__Task prompt__
In this exercise, reproduce all the entries that follow exactly.

───── Material for this exercise

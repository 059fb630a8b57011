/**
 * Each interval-meter bill's metered usage two ways: the raw sum of every reading as read, and
 * the cleaned view with the readings flagged by the data-quality stage left out (what the models
 * train on, and — scaled up by coverage — what the audit compares with the bill and re-prices:
 * no money figure rests on a flagged reading). Showing both lets a reader see when a flagged
 * outage or spike sits inside a bill.
 */
import type { Bill, IntervalSeries, Portfolio } from "../domain/types.ts";
import { groupBy } from "../core/groupBy.ts";
import { localMidnightMs } from "../core/time/index.ts";
import { lowerBound } from "../core/sorted.ts";

export interface MeteredViews {
  /** Σ value × multiplier over the bill's half-open local period. */
  raw: number;
  /** The same without flagged intervals. */
  cleaned: number;
  /** Intervals in the period that the data-quality stage flagged. */
  flaggedIntervals: number;
  intervals: number;
}

/** Raw and cleaned metered usage per bill id, for bills of meters with interval data. */
export function meteredViewsByBill(portfolio: Portfolio, masks: ReadonlyMap<string, Uint8Array>): Map<string, MeteredViews> {
  const meters = new Map(portfolio.meters.map((m) => [m.meterId, m]));
  const zones = new Map(portfolio.buildings.map((b) => [b.buildingId, b.timezone]));
  // A meter's bills together: its readings are fetched once (they may be read from disk).
  const views = new Map<Bill, MeteredViews | null>();
  for (const [meterId, bills] of groupBy(portfolio.bills, (b) => b.meterId)) {
    const meter = meters.get(meterId);
    const zone = meter ? zones.get(meter.buildingId) : undefined;
    const series = meter && zone ? portfolio.intervals.get(meterId) : undefined;
    if (!meter || !series || !zone) continue;
    for (const bill of bills) views.set(bill, billViews(bill, series, masks.get(meterId), zone, meter.multiplier));
  }
  // Keyed in the order of the bills (a repeated bill id keeps its first place and last value).
  const out = new Map<string, MeteredViews>();
  for (const bill of portfolio.bills) {
    const v = views.get(bill);
    if (v) out.set(bill.billId, v);
  }
  return out;
}

function billViews(bill: Bill, series: IntervalSeries, mask: Uint8Array | undefined, zone: string, multiplier: number): MeteredViews | null {
  const from = lowerBound(series.startMs, localMidnightMs(bill.periodStart, zone));
  const to = lowerBound(series.startMs, localMidnightMs(bill.periodEnd, zone));
  if (to <= from) return null;
  let raw = 0;
  let cleaned = 0;
  let flagged = 0;
  for (let i = from; i < to; i++) {
    const v = series.values[i]!;
    if (!Number.isFinite(v)) continue;
    raw += v;
    if (mask?.[i]) flagged++;
    else cleaned += v;
  }
  return { raw: raw * multiplier, cleaned: cleaned * multiplier, flaggedIntervals: flagged, intervals: to - from };
}
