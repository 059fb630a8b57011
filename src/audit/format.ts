/** Number formatting for finding messages (plain text, deterministic, no locale lookups). */

function groupThousands(digits: string): string {
  return digits.replace(/\B(?=(\d{3})+(?!\d))/g, ",");
}

/**
 * A quantity with up to `decimals` decimals (trailing zeros dropped), thousands grouped.
 * @example formatQty(12345.678, 1) // "12,345.7"
 */
export function formatQty(value: number, decimals = 2): string {
  const fixed = Math.abs(value).toFixed(decimals).replace(/\.?0+$/, "");
  const [whole, frac] = fixed.split(".");
  return `${value < 0 ? "-" : ""}${groupThousands(whole)}${frac ? "." + frac : ""}`;
}

/** Percent with one decimal. @example formatPct(0.1234) // "12.3 %" */
export function formatPct(fraction: number): string {
  return `${(fraction * 100).toFixed(1)} %`;
}
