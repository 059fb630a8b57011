/**
 * The id limits of src/ingest/limits.ts must match how pages name their files
 * (src/report/nav.ts `fileSafe`), so an id `check` accepts always fits a file name (255 bytes,
 * the common limit of ext4, APFS and NTFS).
 */
import { describe, expect, it } from "vitest";
import { idLengthProblem, MAX_PAGE_NAME_CHARS, pageNameLength } from "../../src/ingest/limits.ts";
import { fileSafe, meterBillsPath } from "../../src/report/nav.ts";

describe("id limits", () => {
  it.each(["M1", "M:1", "@N1-G", "=HYPERLINK(1)", "Zähler 7", "🙂-meter", "a/b\\c"])("pageNameLength(%j) equals the escaped file name length", (id) => {
    expect(pageNameLength(id)).toBe(fileSafe(id).length);
  });
  it("every accepted id gives a page file name under 255 bytes", () => {
    for (const id of ["M".repeat(100), "@".repeat(66), "🙂".repeat(25), "ä".repeat(50)]) {
      if (idLengthProblem("meter_id", id) !== null) continue;
      const name = meterBillsPath("B", id).split("/").at(-1)!;
      expect(Buffer.byteLength(name), id).toBeLessThan(255);
      expect(pageNameLength(id)).toBeLessThanOrEqual(MAX_PAGE_NAME_CHARS);
    }
    expect(idLengthProblem("meter_id", "@".repeat(67))).toMatch(/page file name of 201 characters/);
    expect(idLengthProblem("meter_id", "M".repeat(101))).toMatch(/101 bytes/);
  });
});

──────────

__Written answer__
repository 059fb630a8b57011
/**
 * Each interval-meter bill's metered usage two ways: the raw sum of every reading as read, and
 * the cleaned view with the readings flagged by the data-quality stage left out (what the models
 * train on, and — scaled up by coverage — what the audit compares with the bill and re-prices:
 * no money figure rests on a flagged reading). Showing both lets a reader see when a flagged
 * outage or spike sits inside a bill.
 */
import type { Bill, IntervalSeries, Portfolio } from "../domain/types.ts";
import { groupBy } from "../core/groupBy.ts";
import { localMidnightMs } from "../core/time/index.ts";
import { lowerBound } from "../core/sorted.ts";

export interface MeteredViews {
  /** Σ value × multiplier over the bill's half-open local period. */
  raw: number;
  /** The same without flagged intervals. */
  cleaned: number;
  /** Intervals in the period that the data-quality stage flagged. */
  flaggedIntervals: number;
  intervals: number;
}

/** Raw and cleaned metered usage per bill id, for bills of meters with interval data. */
export function meteredViewsByBill(portfolio: Portfolio, masks: ReadonlyMap<string, Uint8Array>): Map<string, MeteredViews> {
  const meters = new Map(portfolio.meters.map((m) => [m.meterId, m]));
  const zones = new Map(portfolio.buildings.map((b) => [b.buildingId, b.timezone]));
  // A meter's bills together: its readings are fetched once (they may be read from disk).
  const views = new Map<Bill, MeteredViews | null>();
  for (const [meterId, bills] of groupBy(portfolio.bills, (b) => b.meterId)) {
    const meter = meters.get(meterId);
    const zone = meter ? zones.get(meter.buildingId) : undefined;
    const series = meter && zone ? portfolio.intervals.get(meterId) : undefined;
    if (!meter || !series || !zone) continue;
    for (const bill of bills) views.set(bill, billViews(bill, series, masks.get(meterId), zone, meter.multiplier));
  }
  // Keyed in the order of the bills (a repeated bill id keeps its first place and last value).
  const out = new Map<string, MeteredViews>();
  for (const bill of portfolio.bills) {
    const v = views.get(bill);
    if (v) out.set(bill.billId, v);
  }
  return out;
}

function billViews(bill: Bill, series: IntervalSeries, mask: Uint8Array | undefined, zone: string, multiplier: number): MeteredViews | null {
  const from = lowerBound(series.startMs, localMidnightMs(bill.periodStart, zone));
  const to = lowerBound(series.startMs, localMidnightMs(bill.periodEnd, zone));
  if (to <= from) return null;
  let raw = 0;
  let cleaned = 0;
  let flagged = 0;
  for (let i = from; i < to; i++) {
    const v = series.values[i]!;
    if (!Number.isFinite(v)) continue;
    raw += v;
    if (mask?.[i]) flagged++;
    else cleaned += v;
  }
  return { raw: raw * multiplier, cleaned: cleaned * multiplier, flaggedIntervals: flagged, intervals: to - from };
}
repository 059fb630a8b57011
filename src/audit/format.ts
/** Number formatting for finding messages (plain text, deterministic, no locale lookups). */

function groupThousands(digits: string): string {
  return digits.replace(/\B(?=(\d{3})+(?!\d))/g, ",");
}

/**
 * A quantity with up to `decimals` decimals (trailing zeros dropped), thousands grouped.
 * @example formatQty(12345.678, 1) // "12,345.7"
 */
export function formatQty(value: number, decimals = 2): string {
  const fixed = Math.abs(value).toFixed(decimals).replace(/\.?0+$/, "");
  const [whole, frac] = fixed.split(".");
  return `${value < 0 ? "-" : ""}${groupThousands(whole)}${frac ? "." + frac : ""}`;
}

/** Percent with one decimal. @example formatPct(0.1234) // "12.3 %" */
export function formatPct(fraction: number): string {
  return `${(fraction * 100).toFixed(1)} %`;
}
repository 059fb630a8b57011
/**
 * The id limits of src/ingest/limits.ts must match how pages name their files
 * (src/report/nav.ts `fileSafe`), so an id `check` accepts always fits a file name (255 bytes,
 * the common limit of ext4, APFS and NTFS).
 */
import { describe, expect, it } from "vitest";
import { idLengthProblem, MAX_PAGE_NAME_CHARS, pageNameLength } from "../../src/ingest/limits.ts";
import { fileSafe, meterBillsPath } from "../../src/report/nav.ts";

describe("id limits", () => {
  it.each(["M1", "M:1", "@N1-G", "=HYPERLINK(1)", "Zähler 7", "🙂-meter", "a/b\\c"])("pageNameLength(%j) equals the escaped file name length", (id) => {
    expect(pageNameLength(id)).toBe(fileSafe(id).length);
  });
  it("every accepted id gives a page file name under 255 bytes", () => {
    for (const id of ["M".repeat(100), "@".repeat(66), "🙂".repeat(25), "ä".repeat(50)]) {
      if (idLengthProblem("meter_id", id) !== null) continue;
      const name = meterBillsPath("B", id).split("/").at(-1)!;
      expect(Buffer.byteLength(name), id).toBeLessThan(255);
      expect(pageNameLength(id)).toBeLessThanOrEqual(MAX_PAGE_NAME_CHARS);
    }
    expect(idLengthProblem("meter_id", "@".repeat(67))).toMatch(/page file name of 201 characters/);
    expect(idLengthProblem("meter_id", "M".repeat(101))).toMatch(/101 bytes/);
  });
});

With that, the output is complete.